Dan nafas saya mulai sesak, untung oksigen ada di Rizki jadi saya tidak takut
untuk nafas saya habis. Sudah mulai pasrah, tetapi Rizki nyemangatin terus.
Dan
akhirnya kamipun sampai di puncak bayangan, saya senang sekali dan disitu sudah
ada yang ngerest. Ternyata, puncak masih lumayan jauh dari puncak bayangan. Kami
harus turun, naik lagi dan baru sampai ke puncak. Semangatpun mulai patah
tetapi saya harus tetap lanjut.
Lanjut
berjalan, walaupun harus berhenti-berhenti sebentar di jalur. Dan ternyata
setelah puncak bayangan masih ada tiga tali lagi. Perjalanan begitu sangat lama
menurut saya, karena puncak nggak
nyampe-nyampe.
Dan
ketika saya sudah sangat lelah dan mulai pasrah, Rizki pun bilang “ayo yang lain udah sampai puncak lagi
nungguin kita disana sayang” dan saya langsung jawab karena capek “bodo amat” disitu Rizki langung tertawa
kecil, ya tapi saya dengar suaranya. Semangat terus dan akhirnya sudah mulai
terlihat puncak.
Melihat
itu saya sangat senang sekali, dan tidak lama kemudian akhirnya saya dan Rizki
sampai puncak dan ternyata banyak orang di puncak. Sampai puncak saya langsung
tiduran karena kelelahan. Diajak foto-fotopun saya mau nggak mau. Foto hanya
senyum secukupnnya saja. Tetapi lama-lama energi saya mulai kembali dan
akhirnya saya semangat lagi.
Setelah
itu saya disuruh buat minuman hangat sama Bang Ambar, dan saya buat. Eh tapi
ketika sudah jadi airnya tidak ada yang minum. Sayapun kembali foto-foto dan
kami foto bersama. Setelah menikmati keindahan puncak Gunung Salak akhirnya
kami bersiap-siap untuk balik ke Bajuri.
Sebelum
kami kembali ke Bajuri, kami berdo’a
terlebih dahulu.Seleai berdo’a, kami pun langsung berangkat. Ketika di
perjalanan pulang, saya disuruh jalan di depan sama Bang Iwang. Sayapun
langsung berjalan di depan, ternyata di depan saya Bang Omen dan belakang saya
Bang Dimas, kamipun berjalan beriringan.
Dipertigaan,
kami bertiga belok kiri karena melihat di depan Bang Omen belok kiri. Kami
berjalan, ketika diperjalanan saya sesekali melihat ke belakang tetapi tidak
ada orang sama sekali, hanya ada Bang Dimas di belakang. Semakin jauh kami
berjalan, tiba-tiba Bang Omen ragu dengan jalur tersebut.
Akhirnya
kami berhenti sejenak dijalur itu, Bang Omen pun meihat ada selang air, padahal
ketika berangkat ketiga dari kami tidak ada yang melihat selang air di jalan
selama menuju ke puncak. Bang Omen khawatir kami melalui jalur cimelati di
Sukabumi, disitu saya sudah mulai deg-degan. Nunggulah kami selama 10 menit.
10
menit berlalu, tetapi masih tidak terlihat orang sama sekali. Sesekali Bang
Omen dan Bang Dimas teriak sebagai tanda ada orang atau tidak, tetapi tidak ada
balasan. Akhirnya Bang Omen memutuskan untuk kembali ke atas, melihat jalur
yang begitu curam, sayapun langsung patah semangat dan saya panik takut tidak
bisa kembali lagi bersama yang lain.
Kepanikan
saya sangat didukung dengan munculnya kabut, gerimis dan saya makin panik.
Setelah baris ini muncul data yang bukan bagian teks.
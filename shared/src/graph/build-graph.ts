/**
 * Link graph in compressed sparse row (CSR) form, built once from (source, target) pairs.
 *
 * Method: counting sort (bucket sort on integer keys) by source, then each short row sorted in place so
 * duplicate links sit side by side and merge in one sweep; a second counting sort by target gives the
 * in-rows, already ordered by source. CSR storage as in Saad, "Iterative Methods for Sparse Linear Systems", 2nd ed., 2003, section 3.4.
 * No JavaScript object is made per edge, so 10,000,000 links fit in a few flat Int32Arrays.
 */

/** Pages 0..nodeCount-1; out-row of u is outTargets[outOffsets[u] .. outOffsets[u+1]), sorted, no duplicates. */
export interface LinkGraph {
  readonly nodeCount: number;
  /** Distinct edges after merging duplicates and dropping self-links. */
  readonly edgeCount: number;
  readonly outOffsets: Int32Array;
  readonly outTargets: Int32Array;
  /** In-row of v: inSources[inOffsets[v] .. inOffsets[v+1]), sorted by source. */
  readonly inOffsets: Int32Array;
  readonly inSources: Int32Array;
}

/** A link between two pages, by page id. */
export type LinkPair = readonly [source: string, target: string] | { readonly source: string; readonly target: string };

export interface IndexedLinkGraph {
  readonly graph: LinkGraph;
  readonly pageIds: readonly string[];
  readonly indexOf: ReadonlyMap<string, number>;
  /** Links whose source or target is not among the page ids (e.g. broken links); they are not edges. */
  readonly skippedLinks: number;
}

/** Maps page ids to dense integers 0..N-1 (in the given order) and builds the CSR graph of the links. */
export function buildLinkGraph(pageIds: readonly string[], links: readonly LinkPair[]): IndexedLinkGraph {
  const indexOf = new Map<string, number>();
  for (const id of pageIds) {
    if (indexOf.has(id)) throw new Error(`duplicate page id: ${id}`);
    indexOf.set(id, indexOf.size);
  }
  const pairs = new Int32Array(links.length * 2);
  let kept = 0;
  for (const link of links) {
    const [source, target] = Array.isArray(link) ? link : [(link as { source: string }).source, (link as { target: string }).target];
    const s = indexOf.get(source);
    const t = indexOf.get(target);
    if (s === undefined || t === undefined) continue;
    pairs[2 * kept] = s;
    pairs[2 * kept + 1] = t;
    kept++;
  }
  const graph = buildGraphFromEdgePairs(pageIds.length, pairs.subarray(0, 2 * kept));
  return { graph, pageIds, indexOf, skippedLinks: links.length - kept };
}

/**
 * Builds the CSR graph from interleaved pairs [s0, t0, s1, t1, ...] of node numbers in [0, nodeCount).
 * Self-links are dropped and duplicate links merged into one edge.
 */
export function buildGraphFromEdgePairs(nodeCount: number, pairs: Int32Array): LinkGraph {
  if (!Number.isInteger(nodeCount) || nodeCount < 0) throw new RangeError(`bad node count: ${nodeCount}`);
  if (pairs.length % 2 !== 0) throw new RangeError('edge pairs must have an even length');
  const { starts, targets: raw } = bucketTargetsBySource(nodeCount, pairs);
  const outOffsets = sortAndMergeRows(nodeCount, starts, raw);
  const edgeCount = outOffsets[nodeCount];
  // A view, not a copy: the few merged duplicates leave unused space at the end of the buffer.
  const outTargets = raw.subarray(0, edgeCount);
  const inOffsets = new Int32Array(nodeCount + 1);
  for (let j = 0; j < edgeCount; j++) inOffsets[outTargets[j] + 1]++;
  for (let v = 0; v < nodeCount; v++) inOffsets[v + 1] += inOffsets[v];
  // Visiting sources in ascending order leaves every in-row sorted by source.
  const inSources = new Int32Array(edgeCount);
  const cursor = inOffsets.slice(0, nodeCount);
  for (let u = 0; u < nodeCount; u++) {
    for (let j = outOffsets[u], end = outOffsets[u + 1]; j < end; j++) inSources[cursor[outTargets[j]]++] = u;
  }
  return { nodeCount, edgeCount, outOffsets, outTargets, inOffsets, inSources };
}

/** Counting sort by source: row u of `targets` is targets[starts[u] .. starts[u+1]) (self-links dropped). */
function bucketTargetsBySource(n: number, pairs: Int32Array): { starts: Int32Array; targets: Int32Array } {
  const starts = new Int32Array(n + 1);
  let kept = 0;
  for (let e = 0; e < pairs.length; e += 2) {
    const s = pairs[e];
    const t = pairs[e + 1];
    if (!(s >= 0 && s < n && t >= 0 && t < n)) throw new RangeError(`edge ${s}->${t} outside 0..${n - 1}`);
    if (s !== t) {
      starts[s + 1]++;
      kept++;
    }
  }
  for (let u = 0; u < n; u++) starts[u + 1] += starts[u];
  const targets = new Int32Array(kept);
  const cursor = starts.slice(0, n);
  for (let e = 0; e < pairs.length; e += 2) {
    if (pairs[e] !== pairs[e + 1]) targets[cursor[pairs[e]]++] = pairs[e + 1];
  }
  return { starts, targets };
}

/**
 * Sorts each row (insertion sort for the short rows that dominate link graphs, the engine's numeric sort
 * for long ones), then merges duplicates while compacting rows to the front. Returns the new offsets.
 */
function sortAndMergeRows(n: number, starts: Int32Array, targets: Int32Array): Int32Array {
  const offsets = new Int32Array(n + 1);
  let write = 0;
  for (let u = 0; u < n; u++) {
    const begin = starts[u];
    const end = starts[u + 1];
    if (end - begin > 32) targets.subarray(begin, end).sort();
    else insertionSort(targets, begin, end);
    offsets[u] = write;
    let previous = -1;
    for (let j = begin; j < end; j++) {
      if (targets[j] !== previous) targets[write++] = previous = targets[j];
    }
  }
  offsets[n] = write;
  return offsets;
}

function insertionSort(values: Int32Array, begin: number, end: number): void {
  for (let i = begin + 1; i < end; i++) {
    const value = values[i];
    let j = i - 1;
    while (j >= begin && values[j] > value) {
      values[j + 1] = values[j];
      j--;
    }
    values[j + 1] = value;
  }
}

/** Out-degree of a node (distinct linked pages). */
export function outDegree(graph: LinkGraph, node: number): number {
  return graph.outOffsets[node + 1] - graph.outOffsets[node];
}

/** In-degree of a node (distinct linking pages). */
export function inDegree(graph: LinkGraph, node: number): number {
  return graph.inOffsets[node + 1] - graph.inOffsets[node];
}

/** True when the edge source->target exists (binary search in the sorted out-row). */
export function hasEdge(graph: LinkGraph, source: number, target: number): boolean {
  let low = graph.outOffsets[source];
  let high = graph.outOffsets[source + 1] - 1;
  while (low <= high) {
    const mid = (low + high) >>> 1;
    const value = graph.outTargets[mid];
    if (value === target) return true;
    if (value < target) low = mid + 1;
    else high = mid - 1;
  }
  return false;
}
Disitu Bang Omen dan Bang Dimas menyemangati saya, tetapi kepanikan saya
mengalahkan saya. Saya nangis dan sambil bilang “abang takut….” Sambil berjalan. Ketika sedang naik menuju jalur
semula, kami bertemu dengan 3 0rang pendaki yang hendak turun lewat jalur itu. Kepanikan
saya pun berkurang.
Bang
Omen langsung bergegas nanya, jalur arah mana ini dan ternyata itu jalur giri
jaya yang sama sama di cidahu, disitu kepanikan saya mulai berkurang. Dan
tiba-tiba suara teriakan pun terdengar… saya langsung berteriak “ABANGGGGGGG….” Orang itu menyahut tetapi
tidak terdengar apa yang ia katakan, saya langsung senang sekali, tetapi Bang
Dimas langsung berkata “sttt jangan
sembarangan teriak” dan ketika mendengar suara teriakan lagi saya langsung
teriak lagi “ITU SIAPAAAAAA?????” tetapi
tidak ada balasan.
Dan
Finally, kami bertiga bertemu dengan 2 orang pendaki yang sedang beristirahat.
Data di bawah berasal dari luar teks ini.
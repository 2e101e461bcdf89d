import { describe, expect, it } from 'vitest';
import { analyzeLinkGraph, type AnalyzeLinkGraphInput } from './analyze.js';

// Hand-drawn doc set, entry page "index", threshold 2 clicks:
//   index -> guide -> api -> ref -> ref2 -> ref3 (dead end), index -> api, lonely -> index,
//   iso-a <-> iso-b (an island), solo (no links at all), plus a broken link to a missing page.
const pageIds = ['index', 'guide', 'api', 'ref', 'ref2', 'ref3', 'lonely', 'iso-a', 'iso-b', 'solo'];
const edges: Array<[string, string]> = [
  ['index', 'guide'],
  ['index', 'api'],
  ['guide', 'api'],
  ['api', 'ref'],
  ['ref', 'ref2'],
  ['ref2', 'ref3'],
  ['lonely', 'index'],
  ['iso-a', 'iso-b'],
  ['iso-b', 'iso-a'],
  ['guide', 'api'],
  ['api', 'api'],
  ['ref3', 'gone'],
];
const base: AnalyzeLinkGraphInput = { pageIds, edges, entryPages: ['index'], damping: 0.85, teleport: 'uniform', depthThreshold: 2 };
const byId = (analysis: ReturnType<typeof analyzeLinkGraph>) => new Map(analysis.pages.map((p) => [p.pageId, p]));

describe('analyzeLinkGraph on a hand-drawn doc set', () => {
  const analysis = analyzeLinkGraph(base);
  const page = byId(analysis);

  it('counts distinct inbound and outbound links, ignoring self-links, duplicates and broken links', () => {
    expect(page.get('api')).toMatchObject({ inboundCount: 2, outboundCount: 1 });
    expect(page.get('ref3')).toMatchObject({ inboundCount: 1, outboundCount: 0, deadEnd: true });
    expect(analysis.summary).toMatchObject({ pageCount: 10, edgeCount: 9, skippedLinks: 1 });
  });

  it('measures click depth and flags deep and unreachable pages', () => {
    expect(pageIds.map((id) => page.get(id)!.depth)).toEqual([0, 1, 1, 2, 3, 4, null, null, null, null]);
    expect(pageIds.filter((id) => page.get(id)!.deep)).toEqual(['ref2', 'ref3']);
    expect(pageIds.filter((id) => !page.get(id)!.reachable)).toEqual(['lonely', 'iso-a', 'iso-b', 'solo']);
  });

  it('flags orphans and islands', () => {
    expect(pageIds.filter((id) => page.get(id)!.orphan)).toEqual(['lonely', 'solo']);
    // lonely is unreachable but linked to the main site, so it is no island
    expect(pageIds.map((id) => page.get(id)!.islandId)).toEqual([null, null, null, null, null, null, null, 1, 1, 2]);
  });

  it('summarises the counts, including strong components', () => {
    expect(analysis.summary.counts).toEqual({ orphans: 2, deadEnds: 2, unreachable: 4, deepPages: 2, islands: 2, sccCount: 9 });
    expect(analysis.summary.converged).toBe(true);
    expect(analysis.summary.residual).toBeLessThan(1e-10);
  });

  it('ranks by score, equal scores by page id, and scales times-the-average to N', () => {
    const ranks = analysis.pages.map((p) => p.rank).sort((a, b) => a - b);
    expect(ranks).toEqual([1, 2, 3, 4, 5, 6, 7, 8, 9, 10]);
    const sorted = [...analysis.pages].sort((a, b) => a.rank - b.rank);
    for (let i = 1; i < sorted.length; i++) expect(sorted[i - 1].stationaryScore).toBeGreaterThanOrEqual(sorted[i].stationaryScore);
    // iso-a/iso-b and lonely/solo are symmetric pairs: equal scores, so the id decides
    expect(page.get('iso-a')!.stationaryScore).toBeCloseTo(page.get('iso-b')!.stationaryScore, 14);
    expect(page.get('iso-a')!.rank).toBe(page.get('iso-b')!.rank - 1);
    expect(page.get('lonely')!.rank).toBe(page.get('solo')!.rank - 1);
    expect(analysis.pages.reduce((s, p) => s + p.timesAverage, 0)).toBeCloseTo(10, 10);
  });
});

describe('analyzeLinkGraph settings', () => {
  it('exempts entry pages from being orphans', () => {
    const analysis = analyzeLinkGraph({ ...base, pageIds: ['home', 'a'], edges: [['home', 'a']], entryPages: ['home'] });
    expect(analysis.pages.map((p) => p.orphan)).toEqual([false, false]);
  });

  it('concentrates the teleport on entry pages when asked', () => {
    const analysis = analyzeLinkGraph({ ...base, teleport: 'entry-pages' });
    expect(analysis.summary.teleportUsed).toBe('entry-pages');
    const page = byId(analysis);
    for (const id of ['lonely', 'iso-a', 'solo']) expect(page.get(id)!.stationaryScore).toBe(0);
    expect(page.get('index')!.rank).toBe(1);
  });

  it('without a known entry page: no reachability alarms, largest component is the main site, uniform teleport', () => {
    const analysis = analyzeLinkGraph({ ...base, entryPages: ['not-a-page'], teleport: 'entry-pages' });
    expect(analysis.summary).toMatchObject({ entryPagesFound: 0, teleportUsed: 'uniform' });
    expect(analysis.pages.every((p) => p.reachable && p.depth === null && !p.deep)).toBe(true);
    expect(analysis.summary.counts).toMatchObject({ unreachable: 0, deepPages: 0, islands: 2, orphans: 2 });
    expect(byId(analysis).get('index')!.islandId).toBeNull();
  });

  it('reaches the same vector from a warm start; an unchanged graph needs one iteration', () => {
    const cold = analyzeLinkGraph(base);
    const previous = new Map(cold.pages.map((p) => [p.pageId, p.stationaryScore]));
    expect(analyzeLinkGraph({ ...base, warmStart: previous }).summary.iterations).toBe(1);
    const changedEdges: Array<[string, string]> = [...edges, ['ref3', 'index']];
    const warm = analyzeLinkGraph({ ...base, edges: changedEdges, warmStart: previous });
    const coldChanged = analyzeLinkGraph({ ...base, edges: changedEdges });
    warm.pages.forEach((p, i) => expect(Math.abs(p.stationaryScore - coldChanged.pages[i].stationaryScore)).toBeLessThan(1e-9));
  });

  it('handles an empty doc set and rejects a bad threshold', () => {
    const empty = analyzeLinkGraph({ ...base, pageIds: [], edges: [], entryPages: [] });
    expect(empty.pages).toEqual([]);
    expect(empty.summary.counts.islands).toBe(0);
    expect(() => analyzeLinkGraph({ ...base, depthThreshold: -1 })).toThrow(RangeError);
  });
});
Ternyata kami bertiga salah belok, yang harusnya belok ke kanan malah belok ke
kiri.Tapi itu semua karena kami melihat ada orang yang belok ke kiri juga, tapi
orang itu tidak ada. Jadi itu siapa??? Ah sudahlah lupakan saja, yang penting
sekarang kami semua selamat dan bisa kembali bersama yang lain. Semangat saya
kembali mucul lagi, yeeee.
Kami
pun langsung kembali berjalan, ketika diperjalanan kami bertemu pendaki yang
ingin turun juga, tetapi sebagian dari mereka perempuan dan memakai rok. Bisa
dibayangkan betapa ribetnya turun gunung pakai rok, udah jalurnya licin karena
habis gerimis. Perjalanan kami jadi terhambat karena meraka yang sangat lambat
turunnya.
Dan
kamipun menyalip para pendaki tersebut. Dan ketika di jalur, melihat
pemandangan sangat indah sekali. Disitu perasaan panik, sedih, capek, berubah
menjadi senang, kagum, terkesan, pokoknya mah wow lah…
Haripun
semakin sore, tetapi kami masih berada diperjalanan. Dan ketika itu kamipun
bertemu pendaki yang ngecamp didekat kami, dia baru mau ke puncak.Dan saya
kaget ternyata anak kecil yang sekitar 8-10 tahun ikut. Setelah itu kami terus
melanjuti perjalanan mengingat perjalanan yang masih jauh.
Turunan
yang curam, licin, akar, batu, sehingga saya harus ekstra hati-hati. Dan suatu
ketika kami mendengar suara teriakan, itu berarti tempat camp semakin dekat.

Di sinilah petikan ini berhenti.